Optymalizacja metody HiChIP w celu otrzymania wysokorozdzielczej mapy kontaktów chromatynowych stabilizowanych przez kohezynę w genomie ludzkim

Jednym z wyzwań współczesnej biologii jest poznanie przestrzennej organizacji genomu oraz zrozumienie jej wpływu na procesy zachodzące w komórce.

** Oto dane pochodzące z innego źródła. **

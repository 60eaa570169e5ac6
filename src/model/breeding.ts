// Breeding: how many young, how they vary, which class they enter, and who must find whom.
import type { SpecPath } from '../spec/document.ts';
import type { BreedingSpec } from '../spec/schema/spec.ts';
import type { BirthSections } from './birth-sections.ts';
import { checkClassKeys, ownRatesAnywhere, writtenRate, type RateSection } from './class-rates.ts';
import { classIndex, fail, type Context } from './context.ts';
import { missingRates } from './life-phases.ts';
import { resolveMating } from './mating.ts';
import type { BreedingPhase, Offspring, RateTable } from './model.ts';
import { checkLitters, meanOfTable, resolveOffspring } from './offspring.ts';
import { buildTable } from './rates.ts';

/** Keys among the births that are not classes. */
const birthSettings: ReadonlySet<string> = new Set(['female-share', 'into']);

/** The phase `breeding` of the language. */
export function resolveBreeding(context: Context): BreedingPhase | null {
  const { offspring, mating } = context.spec;
  const births = context.spec.births ?? (ownRatesAnywhere(context, 'births') ? {} : undefined);
  if (births === undefined) return missingRates(context, 'breeding', '`births: { CLASS: young, … }`');
  return breedingPhase(context, {
    name: 'breeding',
    births,
    offspring,
    mating,
    birthsPath: ['births'],
    path: [],
    key: 'births',
  });
}

/** A breeding under a name of its own. */
export function resolveNamedBreeding(context: Context, name: string, spec: BreedingSpec): BreedingPhase {
  const { births, offspring, mating } = spec;
  return breedingPhase(context, {
    name,
    births,
    offspring,
    mating,
    birthsPath: [name, 'births'],
    path: [name],
    key: name,
  });
}

function breedingPhase(context: Context, sections: BirthSections): BreedingPhase {
  const { name, births, birthsPath, key } = sections;
  const what = name === 'breeding' ? 'births' : `births in ${name}`;
  const section: RateSection = { everywhere: births, path: birthsPath, key, what, settings: birthSettings };
  checkClassKeys(context, section);
  const offspring = resolveOffspring(context, sections);
  const share = femaleShare(context, births['female-share'], [...birthsPath, 'female-share']);
  const written = buildTable(context, {
    size: context.classes.length,
    bounds: 'from zero',
    written: (patch, c) => writtenRate(context, section, [patch, c]),
  });
  const table = withTableMeans(context, written, offspring);
  checkLitters(context, sections, { offspring, table });
  const mating = resolveMating(context, sections, table);
  return {
    kind: 'breeding',
    name,
    births: context.sexes === null ? scaledBy(table, share ?? 1) : table,
    into: context.sexes === null ? intoClasses(context, births['into'], birthsPath) : bySex(context, sections, share),
    ...(offspring === null ? {} : { offspring }),
    ...(mating === null ? {} : { mating }),
  };
}

function scaledBy(table: RateTable, share: number): RateTable {
  return { ...table, epochs: table.epochs.map((epoch) => epoch.map((young) => young * share)) };
}

/** A table of chances says itself how many young a class has. */
function withTableMeans({ classes }: Context, table: RateTable, offspring: Offspring | null): RateTable {
  if (offspring?.by !== 'table') return table;
  const means = offspring.chances.map(meanOfTable);
  return { ...table, epochs: table.epochs.map((epoch) => epoch.map((_, i) => means[i % classes.length] ?? 0)) };
}

type BirthValue = BreedingSpec['births'][string] | undefined;

/** Null where it is not given. */
function femaleShare(context: Context, expression: BirthValue, path: SpecPath): number | null {
  if (expression === undefined || typeof expression === 'object') return null;
  const value = context.numbers.value(expression, path, { year: context.time.firstYear });
  if (value >= 0 && value <= 1) return value;
  if (!Number.isNaN(value)) {
    fail(context, 'share-out-of-range', path, {
      message: `The female share of the young is ${value}`,
      details: { expected: 'a share between 0 and 1' },
    });
  }
  return 1;
}

/** Young enter the class that `into` names, else the first. */
function intoClasses(context: Context, asked: BirthValue, path: SpecPath): Float64Array {
  const into = new Float64Array(context.classes.length);
  if (typeof asked === 'string') {
    const index = classIndex(context, asked, [...path, 'into'], 'value');
    if (index >= 0) into[index] = 1;
    return into;
  }
  into[0] = 1;
  const words = `The young are born into the first class, ${context.classes[0]}.`;
  if (!context.defaults.includes(words)) context.defaults.push(words);
  return into;
}

/** Of both sexes, the young enter the first class of theirs. */
function bySex(context: Context, { births, birthsPath }: BirthSections, share: number | null): Float64Array {
  if (share === null) {
    fail(context, 'sexes-shape', birthsPath, {
      message: 'Births do not say how many of the young are females',
      part: 'key',
      details: {
        expected: 'such as `female-share: 0.5`',
        reason: 'Births are young of both sexes for each female here.',
      },
    });
  }
  if (births['into'] !== undefined) {
    fail(context, 'sexes-shape', [...birthsPath, 'into'], {
      message: 'Where both sexes are followed the young enter the first class of their sex',
      part: 'key',
      details: { fix: 'Remove `into`.' },
    });
  }
  const into = new Float64Array(context.classes.length);
  into[0] = share ?? 1;
  into[context.sexes?.indexOf('male') ?? 0] = 1 - (share ?? 1);
  return into;
}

Ostatnie badania pokazały, że chromosomy składają się z jednostek organizacyjnych nazywanych domenami (ang. chromatin contact domains, CCDs), powstających na skutek interakcji zachodzących pomiędzy odległymi od siebie w liniowej sekwencji regionami genomu. W komórkach ssaków, do głównych elementów zaangażowanych w ich tworzenie zaliczamy kohezynę, kompleks białkowy w kształcie pierścienia oraz zbudowane z 11 palców cynkowych białko CTCF. Kohezyna pełni istotną rolę w kluczowych procesach zachodzących w komórce takich jak transkrypcja, replikacja, naprawa DNA czy podział komórki. Jest również niezbędna podczas formowania pętli chromatynowych w procesie ekstruzji (ang. loop extrusion). Kohezyna działając jak silnik zależny od ATP przesuwa się wzdłuż DNA, powodujący aktywne wypętlanie nici, do momentu napotkania bariery w postaci białka CTCF.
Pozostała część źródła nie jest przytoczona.